[stdlib-sig] standardizing the deprecation policy (and how noisy they are)
debatem1 at gmail.com
Wed Nov 11 16:59:42 CET 2009
On Wed, Nov 11, 2009 at 4:01 AM, Georg Brandl <g.brandl at gmx.net> wrote:
> Yuvgoog Greenle schrieb:
>> On Mon, Nov 9, 2009 at 11:18 PM, Brett Cannon <brett at python.org> wrote:
>>> First, there is the app user perspective. If I use an application I do
>>> not need to see any warnings, ever.
>> So it comes down to either:
>> A. As things are - every ballsy app developer has to have this piece
>> of code laying around:
>> import warnings
>> B. we render warnings useless in our every day python lives except for
>> package buildbots that remember to run with -w (or whatever).
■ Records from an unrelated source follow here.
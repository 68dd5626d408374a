package chain

import (
	"math"
	"math/rand/v2"
	"slices"
	"testing"
)

// importance draws from the exponential distribution of rate lambda and gives the
// logarithms of its ratios to that of rate 1, of which k = 1 - 1/lambda.
func importance(seed uint64, lambda float64, n int) (x, logRatio []float64) {
	rng := rand.New(rand.NewPCG(seed, 2))
	for range n {
		v := rng.ExpFloat64() / lambda
		x = append(x, v)
		logRatio = append(logRatio, (lambda-1)*v-math.Log(lambda))
	}
	return x, logRatio
}

func TestParetoRandom(t *testing.T) {
	for _, lambda := range []float64{1.25, 2, 10.0 / 3} {
		var sum, squares float64
		const trials, n = 200, 4000
		for i := range trials {
			_, ratio := importance(uint64(i), lambda, n)
			_, k, err := ParetoSmooth(ratio)
			if err != nil {
				t.Fatal(err)
			}
			sum += k / trials
			squares += k * k / trials
		}
		// The maximum-likelihood error is (1+k) / √190 (Smith 1984), about 0.1;
		// the prior pulls by 10 in 200 towards 1/2.
		want := 1 - 1/lambda
		if sd := math.Sqrt(squares - sum*sum); math.Abs(sum-want) > 0.03 || sd > 1.3*(1+want)/math.Sqrt(190) {
			t.Errorf("lambda %g: k-hat %.3f ± %.3f, want %.3f", lambda, sum, sd, want)
		}
	}
}

// Smoothing lessens the error of a mean where ratios have no finite variance.
func TestParetoHelps(t *testing.T) {
	const trials, n = 300, 1000
	var raw, smooth float64
	for i := range trials {
		x, ratio := importance(uint64(500+i), 10.0/3, n)
		weight, _, err := ParetoSmooth(ratio)
		if err != nil {
			t.Fatal(err)
		}
		mean := func(logWeight []float64) float64 {
			w, err := weights(logWeight)
			if err != nil {
				t.Fatal(err)
			}
			m, _ := moments(x, w, 1, 0, 0)
			return (m - 1) * (m - 1) / trials
		}
		raw += mean(ratio)
		smooth += mean(weight)
	}
	if smooth > 0.9*raw {
		t.Errorf("mean square error %.4f with smoothed weights, %.4f with raw ones", smooth, raw)
	}
}

func TestParetoSmoothWeights(t *testing.T) {
	_, ratio := importance(1, 2, 1000)
	weight, _, err := ParetoSmooth(ratio)
	if err != nil {
		t.Fatal(err)
	}
	sum := 0.0
	for _, w := range weight {
		sum += math.Exp(w)
	}
	near(t, "sum", sum, 1, 1e-12)
	// Ranks are kept, and below the tail so are the ratios' ratios.
	order := make([]int, len(ratio))
	for i := range order {
		order[i] = i
	}
	slices.SortFunc(order, func(i, j int) int {
		if ratio[i] < ratio[j] {
			return -1
		}
		return 1
	})
	for r := 1; r < len(order); r++ {
		i, j := order[r-1], order[r]
		if weight[i] > weight[j] {
			t.Fatalf("ranks %d and %d changed places", r-1, r)
		}
		if r < 900 && math.Abs(weight[j]-weight[i]-(ratio[j]-ratio[i])) > 1e-12 {
			t.Fatalf("the weight of rank %d was changed", r)
		}
	}
}

func TestParetoExtremes(t *testing.T) {
	equal := make([]float64, 100)
	rounded := make([]float64, 100)
	lone := make([]float64, 100)
	zeros := make([]float64, 100)
	for i := range rounded {
		rounded[i] = float64(i%3) * 1e-16
		lone[i] = -1000 * float64(i)
		zeros[i] = math.Inf(-1)
		if i > 90 {
			zeros[i] = float64(i % 4)
		}
	}
	for _, tc := range []struct {
		name     string
		ratio    []float64
		min, max float64
	}{
		{"equal", equal, -1, -1}, {"equal but for rounding", rounded, -1, -1},
		{"one outweighs all", lone, 0.7, math.Inf(1)}, {"few", equal[:20], math.Inf(1), math.Inf(1)},
		{"mostly zero", zeros, -2, math.Inf(1)},
	} {
		weight, k, err := ParetoSmooth(tc.ratio)
		if err != nil || !(k >= tc.min && k <= tc.max) {
			t.Errorf("%s: k-hat %g, %v", tc.name, k, err)
		}
		for i, w := range weight {
			if math.IsNaN(w) || w > 0 {
				t.Errorf("%s: weight %d is exp(%g)", tc.name, i, w)
			}
		}
	}
	for _, bad := range [][]float64{nil, {math.NaN()}, {math.Inf(1)}, {math.Inf(-1), math.Inf(-1)}} {
		if _, _, err := ParetoSmooth(bad); err == nil {
			t.Errorf("%v was accepted", bad)
		}
	}
	near(t, "limit", MostParetoK(100), 0.5, 1e-15)
	near(t, "limit", MostParetoK(4000), 0.7, 1e-15)
}

func BenchmarkParetoSmooth(b *testing.B) {
	_, ratio := importance(1, 2, 10000)
	for b.Loop() {
		if _, _, err := ParetoSmooth(ratio); err != nil {
			b.Fatal(err)
		}
	}
}
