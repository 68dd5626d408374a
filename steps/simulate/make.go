package simulate

import (
	"fmt"
	"math"
	"math/rand/v2"
	"strconv"
	"strings"

	"rimlight/steps/lightcurve"
)

// A Truth is what was put into a simulation.
type Truth struct {
	Channels []lightcurve.Channel
	Depth    []float64 // (planet radius / stellar radius)^2, per channel
	U1       []float64 // limb-darkening coefficients, per channel
	U2       []float64
	Dead     []bool // channels without signal
}

// stream keeps the simulation's random numbers apart from any others made from
// the same seed.
const stream = 0x73696d756c617465

// Make simulates the raw data of a scenario: fluxes in electrons, errors as a
// calibration would estimate them, and the positions X and Y in pixels.
// The same scenario gives the same data. It is an error when [Scenario.Validate]
// finds one, and when the depth of a channel is not between 0 and 1.
func Make(s Scenario) (lightcurve.Cube, Truth, error) {
	if err := s.Validate(); err != nil {
		return lightcurve.Cube{}, Truth{}, err
	}
	n, m := s.Integrations, s.Channels
	rng := rand.New(rand.NewPCG(s.Seed, stream))
	cube := lightcurve.Cube{Time: make([]float64, n)}
	for i := range cube.Time {
		cube.Time[i] = s.Start + float64(i)*s.Cadence/86400
	}
	x, y := s.pointing(rng), s.pointing(rng)
	cube.Aux = []lightcurve.Series{{Name: "X", Unit: "pix", Value: x}, {Name: "Y", Unit: "pix", Value: y}}
	dead := make([]bool, m)
	for _, k := range rng.Perm(m)[:s.DeadChannels] {
		dead[k] = true
	}
	truth := Truth{Dead: dead}
	quad, z := newRule(nodes), s.separations(cube.Time)
	deaths := 0
	for k := range m {
		width := (s.WaveHi - s.WaveLo) / float64(m)
		ch := lightcurve.Channel{Index: k, Lo: s.WaveLo + width*float64(k), Hi: s.WaveLo + width*float64(k+1)}
		wave := (ch.Lo + ch.Hi) / 2
		u1, u2 := s.limb(wave)
		depth := s.depth(wave)
		if !(depth >= 0 && depth <= 1) {
			return lightcurve.Cube{}, Truth{}, fmt.Errorf("simulate: Depth, Slope and Bands come to a depth of %g at %g um; expected a number from 0 to 1", depth, wave)
		}
		cube.Channels = append(cube.Channels, ch)
		truth.Channels = append(truth.Channels, ch)
		truth.Depth = append(truth.Depth, depth)
		truth.U1 = append(truth.U1, u1)
		truth.U2 = append(truth.U2, u2)
		flux, err := s.channel(rng, quad, z, x, y, wave, math.Sqrt(depth), u1, u2)
		if dead[k] {
			s.kill(rng, deaths, flux, err)
			deaths++
		}
		cube.Flux = append(cube.Flux, flux)
		cube.Err = append(cube.Err, err)
		cube.Mask = append(cube.Mask, mask(flux, err))
	}
	return cube, truth, nil
}

// pointing is a position in pixels: a slow wander and a fast jitter about a
// mean.
func (s Scenario) pointing(rng *rand.Rand) []float64 {
	out := make([]float64, s.Integrations)
	const memory = 0.995 // correlation from one integration to the next
	slow, mean := rng.NormFloat64(), 4+rng.Float64()
	for i := range out {
		slow = memory*slow + math.Sqrt(1-memory*memory)*rng.NormFloat64()
		out[i] = mean + s.PointingWalk*slow + s.PointingStep*rng.NormFloat64()
	}
	return out
}

// separations gives, for each integration, the separations at the two Gauss
// points of each part of its exposure. The mean of their fluxes is that of the
// exposure to fourth order in the length of a part, and to about 1e-7 where a
// contact falls into it.
func (s Scenario) separations(times []float64) [][]float64 {
	parts := s.parts()
	out := make([][]float64, len(times))
	length := s.Exposure / 86400 / float64(parts)
	h := length / 2 / math.Sqrt(3)
	for i, t := range times {
		for k := range parts {
			middle := t + length*(float64(k)-float64(parts-1)/2)
			out[i] = append(out[i], s.separation(middle-h), s.separation(middle+h))
		}
	}
	return out
}

// parts is the number of parts that an exposure is cut into: enough for each to
// be below a fortieth of the time in which the planet moves by its diameter, and
// not more than 100.
func (s Scenario) parts() int {
	speed := 2 * math.Pi * s.AxisRatio / (s.Period * 86400) // stellar radii per second
	moved := speed * s.Exposure / (2 * math.Sqrt(math.Max(s.Depth, 1e-6)))
	return int(math.Min(100, 1+math.Floor(40*moved)))
}

// channel simulates one light curve.
func (s Scenario) channel(rng *rand.Rand, quad rule, z [][]float64, x, y []float64, wave, r, u1, u2 float64) (flux, errs []float64) {
	n := len(z)
	flux, errs = make([]float64, n), make([]float64, n)
	level := s.Electrons * s.throughput(wave)
	vary := func() float64 { return 0.6 + 0.8*rng.Float64() }
	settling, drift := s.Settling*vary()*math.Pow(wave/2, -0.3), s.Drift*(2*rng.Float64()-1)
	leakX, leakY := s.Leak*(2*rng.Float64()-1), s.Leak*(2*rng.Float64()-1)
	excess := 1 + s.ExcessNoise*rng.Float64()
	meanX, meanY := x[0], y[0]
	for i := range flux {
		dark := 0.0
		for _, at := range z[i] {
			dark += quad.blocked(r, at, u1, u2) / float64(len(z[i]))
		}
		t := float64(i) * s.Cadence / 86400
		trend := 1 - settling*math.Exp(-t/s.SettlingTime) + drift*(float64(i)/float64(n)-0.5) + leakX*(x[i]-meanX) + leakY*(y[i]-meanY)
		expected := level * trend * (1 - dark)
		sigma := math.Sqrt(expected + s.ReadNoise*s.ReadNoise)
		flux[i] = expected + excess*sigma*rng.NormFloat64()
		errs[i] = sigma
		switch hit := rng.Float64(); {
		case hit < s.OutlierShare:
			size := sigma * math.Exp(math.Log(8)+rng.Float64()*math.Log(6))
			if rng.Float64() < 0.1 {
				size = -size
			}
			flux[i] += size
		case hit < s.OutlierShare+s.MissingShare:
			flux[i] = math.NaN()
		case hit < s.OutlierShare+s.MissingShare+s.ZeroShare:
			flux[i] = 0
		}
	}
	return flux, errs
}

// kill makes a channel dead, in one of three ways in turn.
func (s Scenario) kill(rng *rand.Rand, way int, flux, errs []float64) {
	for i := range flux {
		switch way % 3 {
		case 0:
			flux[i] = math.NaN()
		case 1:
			flux[i] = 0
		default:
			flux[i], errs[i] = (s.ReadNoise+1)*rng.NormFloat64(), s.ReadNoise+1
		}
	}
}

// mask flags what a reader of the file would flag.
func mask(flux, errs []float64) []lightcurve.Flag {
	out := make([]lightcurve.Flag, len(flux))
	for i, f := range flux {
		switch {
		case f != f || errs[i] != errs[i]:
			out[i] |= lightcurve.Missing
		case f == 0:
			out[i] |= lightcurve.Zero
		case f < 0:
			out[i] |= lightcurve.Negative
		}
	}
	return out
}

// CSV gives the truth as a table: wave_lo and wave_hi in um, then depth, u1,
// u2, and dead (1 for a channel without signal). It is an error when the slices
// differ in length.
func (t Truth) CSV() ([]byte, error) {
	if m := len(t.Channels); len(t.Depth) != m || len(t.U1) != m || len(t.U2) != m || len(t.Dead) != m {
		return nil, fmt.Errorf("truth: %d depths, %d u1, %d u2 and %d marks of dead channels; expected one of each for %d channels",
			len(t.Depth), len(t.U1), len(t.U2), len(t.Dead), m)
	}
	var b strings.Builder
	b.WriteString("wave_lo,wave_hi,depth,u1,u2,dead\n")
	for i, c := range t.Channels {
		for _, x := range []float64{c.Lo, c.Hi, t.Depth[i], t.U1[i], t.U2[i]} {
			b.WriteString(strconv.FormatFloat(x, 'g', -1, 64))
			b.WriteByte(',')
		}
		if t.Dead[i] {
			b.WriteString("1\n")
		} else {
			b.WriteString("0\n")
		}
	}
	return []byte(b.String()), nil
}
> On the contrary, I think that DeprecationWarnings will become much more
> useful when silenced by default, because people will use them *more*.
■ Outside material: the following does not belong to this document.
// Rimlight turns raw spectroscopic light curves of a transit into the planet's
// transmission spectrum, by running Markdown recipes with embedded Go steps.
package main

import "rimlight/runner/command"

func main() { command.Main() }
> >From experience, when thinking about emitting DeprecationWarnings in Sphinx,
> which is a command-line tool, I often don't bother, because *it still works
> anyway* and I don't want Sphinx users to see a screenful of warnings when
> just building their docs.
If you don't feel like your users need that information, don't give it to them.
Same thing goes for both sphinx and python in general.
> If DeprecationWarnings were silenced by default, I (and probably others too)
> would put them into the code more liberally, because I know that *when* they
> are displayed, they are displayed to someone who actually *wants* to fix the
> code that causes them.
> Of course I could use the "filterwarnings" incantation given above, but that
> defeats the purpose of the -W command line option, and *globally* silences
> warnings I don't even want to control.
Please read the documentation, you can filter what and how you
>> I would like a demographic on this, but I'm sure that either way
>> muting warnings will be a devastating blow to the spread of
>> information about what's new/old in python.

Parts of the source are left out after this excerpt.